* Task statement
Search the records for "Expansion". Report every line where it occurs.

* Data extracted from a collection

+ + + + +

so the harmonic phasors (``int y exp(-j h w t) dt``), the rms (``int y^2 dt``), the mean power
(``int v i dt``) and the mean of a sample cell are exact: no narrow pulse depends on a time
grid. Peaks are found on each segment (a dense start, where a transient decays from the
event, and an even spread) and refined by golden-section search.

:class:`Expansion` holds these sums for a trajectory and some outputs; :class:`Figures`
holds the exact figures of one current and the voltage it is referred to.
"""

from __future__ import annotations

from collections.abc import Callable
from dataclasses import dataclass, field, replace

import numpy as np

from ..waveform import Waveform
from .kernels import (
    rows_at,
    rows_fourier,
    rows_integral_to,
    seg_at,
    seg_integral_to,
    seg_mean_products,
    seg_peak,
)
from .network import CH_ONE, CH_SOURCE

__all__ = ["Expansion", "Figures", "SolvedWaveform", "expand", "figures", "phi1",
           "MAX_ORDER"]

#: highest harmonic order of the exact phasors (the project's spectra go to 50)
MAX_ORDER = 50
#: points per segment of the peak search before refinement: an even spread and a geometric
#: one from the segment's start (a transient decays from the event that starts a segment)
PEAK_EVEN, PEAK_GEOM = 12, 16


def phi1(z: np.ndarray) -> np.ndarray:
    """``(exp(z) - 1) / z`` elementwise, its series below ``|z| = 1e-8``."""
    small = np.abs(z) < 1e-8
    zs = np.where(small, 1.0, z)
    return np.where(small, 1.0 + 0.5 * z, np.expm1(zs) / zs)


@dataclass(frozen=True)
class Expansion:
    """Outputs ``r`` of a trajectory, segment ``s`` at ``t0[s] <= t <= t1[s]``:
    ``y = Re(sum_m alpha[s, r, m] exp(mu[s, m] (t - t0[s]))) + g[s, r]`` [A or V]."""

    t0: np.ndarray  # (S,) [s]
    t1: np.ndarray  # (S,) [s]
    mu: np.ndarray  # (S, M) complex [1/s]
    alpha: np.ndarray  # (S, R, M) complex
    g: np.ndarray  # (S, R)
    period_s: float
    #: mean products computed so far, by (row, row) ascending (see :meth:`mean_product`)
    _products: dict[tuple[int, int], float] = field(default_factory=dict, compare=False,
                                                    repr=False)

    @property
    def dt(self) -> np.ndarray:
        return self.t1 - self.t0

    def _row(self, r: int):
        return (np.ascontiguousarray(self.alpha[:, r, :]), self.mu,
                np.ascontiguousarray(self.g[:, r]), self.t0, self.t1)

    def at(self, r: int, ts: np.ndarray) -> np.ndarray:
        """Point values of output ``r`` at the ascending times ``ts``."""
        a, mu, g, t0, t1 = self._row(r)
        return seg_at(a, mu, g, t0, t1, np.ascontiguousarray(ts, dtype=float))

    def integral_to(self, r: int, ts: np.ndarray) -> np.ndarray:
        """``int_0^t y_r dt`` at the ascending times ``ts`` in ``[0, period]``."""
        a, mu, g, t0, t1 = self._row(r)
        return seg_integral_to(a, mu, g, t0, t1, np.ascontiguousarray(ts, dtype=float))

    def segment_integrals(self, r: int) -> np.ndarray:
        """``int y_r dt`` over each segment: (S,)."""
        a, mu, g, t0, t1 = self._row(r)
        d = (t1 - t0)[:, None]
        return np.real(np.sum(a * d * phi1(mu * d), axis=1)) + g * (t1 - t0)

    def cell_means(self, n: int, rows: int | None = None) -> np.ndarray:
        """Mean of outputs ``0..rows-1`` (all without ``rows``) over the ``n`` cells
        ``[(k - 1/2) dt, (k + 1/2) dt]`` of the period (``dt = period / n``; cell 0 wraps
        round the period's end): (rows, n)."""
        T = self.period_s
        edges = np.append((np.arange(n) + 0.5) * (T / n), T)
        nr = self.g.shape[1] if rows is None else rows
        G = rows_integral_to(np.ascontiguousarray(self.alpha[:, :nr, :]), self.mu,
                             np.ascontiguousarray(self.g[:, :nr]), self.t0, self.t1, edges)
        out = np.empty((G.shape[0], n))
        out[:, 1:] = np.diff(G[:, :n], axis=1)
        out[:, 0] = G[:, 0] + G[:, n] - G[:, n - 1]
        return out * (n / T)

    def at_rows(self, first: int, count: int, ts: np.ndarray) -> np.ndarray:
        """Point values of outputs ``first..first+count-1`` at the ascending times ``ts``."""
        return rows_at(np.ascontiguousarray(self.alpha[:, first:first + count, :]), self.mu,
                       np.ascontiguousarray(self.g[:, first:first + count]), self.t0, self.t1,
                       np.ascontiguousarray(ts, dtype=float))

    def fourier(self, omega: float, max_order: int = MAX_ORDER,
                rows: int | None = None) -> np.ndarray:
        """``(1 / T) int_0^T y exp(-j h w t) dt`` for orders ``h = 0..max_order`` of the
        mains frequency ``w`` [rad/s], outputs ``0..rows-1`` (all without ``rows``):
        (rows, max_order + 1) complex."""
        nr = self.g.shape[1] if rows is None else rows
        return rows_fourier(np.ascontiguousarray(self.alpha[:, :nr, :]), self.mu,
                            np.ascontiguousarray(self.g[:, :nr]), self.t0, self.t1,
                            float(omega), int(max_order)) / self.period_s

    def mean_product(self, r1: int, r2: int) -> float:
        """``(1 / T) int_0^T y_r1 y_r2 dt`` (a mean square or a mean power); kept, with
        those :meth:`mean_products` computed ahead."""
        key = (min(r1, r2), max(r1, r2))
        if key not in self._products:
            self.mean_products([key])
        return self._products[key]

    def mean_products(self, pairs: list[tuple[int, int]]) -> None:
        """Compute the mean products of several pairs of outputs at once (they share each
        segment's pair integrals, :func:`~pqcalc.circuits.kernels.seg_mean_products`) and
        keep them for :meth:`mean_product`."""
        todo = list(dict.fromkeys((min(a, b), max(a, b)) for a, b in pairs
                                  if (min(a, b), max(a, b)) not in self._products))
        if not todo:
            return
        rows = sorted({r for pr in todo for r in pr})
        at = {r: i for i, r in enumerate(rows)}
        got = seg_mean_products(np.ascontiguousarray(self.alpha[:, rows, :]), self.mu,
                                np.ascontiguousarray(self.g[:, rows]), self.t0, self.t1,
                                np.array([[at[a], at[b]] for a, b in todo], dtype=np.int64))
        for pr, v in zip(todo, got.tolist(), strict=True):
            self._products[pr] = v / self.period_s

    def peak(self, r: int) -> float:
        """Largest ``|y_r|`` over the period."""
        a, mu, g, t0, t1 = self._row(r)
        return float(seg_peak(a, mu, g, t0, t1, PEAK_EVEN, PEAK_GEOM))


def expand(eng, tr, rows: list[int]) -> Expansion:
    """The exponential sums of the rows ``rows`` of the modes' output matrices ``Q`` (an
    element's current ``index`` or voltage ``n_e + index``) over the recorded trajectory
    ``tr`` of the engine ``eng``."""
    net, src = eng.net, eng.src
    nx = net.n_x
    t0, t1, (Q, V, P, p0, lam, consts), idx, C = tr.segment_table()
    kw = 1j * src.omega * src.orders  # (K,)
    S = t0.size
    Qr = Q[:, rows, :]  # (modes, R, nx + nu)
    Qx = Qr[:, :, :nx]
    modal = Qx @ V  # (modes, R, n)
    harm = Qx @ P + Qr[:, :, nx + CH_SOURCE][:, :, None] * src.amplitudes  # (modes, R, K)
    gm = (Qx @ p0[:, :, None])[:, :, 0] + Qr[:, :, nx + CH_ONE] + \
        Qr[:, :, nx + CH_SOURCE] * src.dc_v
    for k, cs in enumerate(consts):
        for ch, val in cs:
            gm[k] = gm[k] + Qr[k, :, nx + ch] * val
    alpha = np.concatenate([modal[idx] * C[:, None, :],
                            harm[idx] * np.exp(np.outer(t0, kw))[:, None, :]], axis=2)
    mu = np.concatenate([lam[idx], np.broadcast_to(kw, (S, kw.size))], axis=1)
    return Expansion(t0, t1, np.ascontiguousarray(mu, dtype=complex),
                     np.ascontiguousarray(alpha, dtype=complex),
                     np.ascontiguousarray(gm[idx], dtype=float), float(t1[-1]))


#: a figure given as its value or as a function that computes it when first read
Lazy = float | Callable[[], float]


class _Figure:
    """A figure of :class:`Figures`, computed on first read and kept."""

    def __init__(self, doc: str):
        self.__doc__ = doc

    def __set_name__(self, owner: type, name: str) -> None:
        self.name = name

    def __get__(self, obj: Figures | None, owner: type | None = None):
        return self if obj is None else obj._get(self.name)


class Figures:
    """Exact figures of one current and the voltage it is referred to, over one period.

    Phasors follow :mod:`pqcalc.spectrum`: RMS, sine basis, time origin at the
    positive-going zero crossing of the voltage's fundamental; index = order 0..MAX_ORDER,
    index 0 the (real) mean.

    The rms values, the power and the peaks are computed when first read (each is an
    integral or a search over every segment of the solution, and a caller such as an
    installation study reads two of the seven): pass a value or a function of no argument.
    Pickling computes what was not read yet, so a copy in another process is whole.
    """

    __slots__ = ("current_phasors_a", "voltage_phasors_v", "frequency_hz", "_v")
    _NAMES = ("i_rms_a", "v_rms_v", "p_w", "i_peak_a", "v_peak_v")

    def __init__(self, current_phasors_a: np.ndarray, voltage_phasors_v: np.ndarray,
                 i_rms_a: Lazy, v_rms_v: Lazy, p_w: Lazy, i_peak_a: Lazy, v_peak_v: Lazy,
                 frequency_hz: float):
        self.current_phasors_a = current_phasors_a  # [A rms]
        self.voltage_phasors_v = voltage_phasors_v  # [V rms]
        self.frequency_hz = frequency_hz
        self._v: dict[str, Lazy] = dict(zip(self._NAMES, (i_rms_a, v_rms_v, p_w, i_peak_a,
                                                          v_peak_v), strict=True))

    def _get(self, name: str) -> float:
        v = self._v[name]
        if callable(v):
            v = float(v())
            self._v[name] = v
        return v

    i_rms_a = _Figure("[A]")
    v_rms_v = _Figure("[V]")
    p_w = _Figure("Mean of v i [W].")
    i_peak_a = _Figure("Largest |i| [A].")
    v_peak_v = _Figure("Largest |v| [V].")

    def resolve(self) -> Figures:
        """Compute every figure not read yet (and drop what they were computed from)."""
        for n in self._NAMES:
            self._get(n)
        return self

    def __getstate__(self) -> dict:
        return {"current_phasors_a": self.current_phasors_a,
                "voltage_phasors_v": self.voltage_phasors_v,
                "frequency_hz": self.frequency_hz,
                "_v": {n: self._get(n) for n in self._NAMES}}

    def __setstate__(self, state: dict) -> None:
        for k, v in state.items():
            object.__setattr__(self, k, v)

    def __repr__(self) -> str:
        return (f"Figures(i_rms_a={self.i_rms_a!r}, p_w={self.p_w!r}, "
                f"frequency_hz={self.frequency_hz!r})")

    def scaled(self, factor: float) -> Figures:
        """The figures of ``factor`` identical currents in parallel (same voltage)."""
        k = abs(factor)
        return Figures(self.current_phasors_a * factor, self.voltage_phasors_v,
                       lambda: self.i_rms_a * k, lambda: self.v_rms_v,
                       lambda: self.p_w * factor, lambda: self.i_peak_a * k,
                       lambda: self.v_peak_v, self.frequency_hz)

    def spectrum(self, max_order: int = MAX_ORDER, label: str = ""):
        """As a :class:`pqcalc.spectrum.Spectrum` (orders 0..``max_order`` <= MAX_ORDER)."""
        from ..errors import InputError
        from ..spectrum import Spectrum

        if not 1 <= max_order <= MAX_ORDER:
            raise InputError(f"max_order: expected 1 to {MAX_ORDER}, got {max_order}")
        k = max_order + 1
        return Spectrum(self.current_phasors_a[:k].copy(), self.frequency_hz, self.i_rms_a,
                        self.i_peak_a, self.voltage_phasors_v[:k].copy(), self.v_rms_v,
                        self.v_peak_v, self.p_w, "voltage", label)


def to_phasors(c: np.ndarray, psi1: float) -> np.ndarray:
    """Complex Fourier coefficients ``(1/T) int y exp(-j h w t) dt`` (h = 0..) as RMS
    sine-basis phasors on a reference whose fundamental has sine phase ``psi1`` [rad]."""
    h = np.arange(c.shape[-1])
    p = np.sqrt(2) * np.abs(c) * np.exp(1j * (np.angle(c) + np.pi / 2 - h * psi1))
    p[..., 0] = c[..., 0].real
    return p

+ + + + +

* Answer to the problem
:class:`Expansion` holds these sums for a trajectory and some outputs; :class:`Figures`
__all__ = ["Expansion", "Figures", "SolvedWaveform", "expand", "figures", "phi1",
class Expansion:
def expand(eng, tr, rows: list[int]) -> Expansion:
    return Expansion(t0, t1, np.ascontiguousarray(mu, dtype=complex),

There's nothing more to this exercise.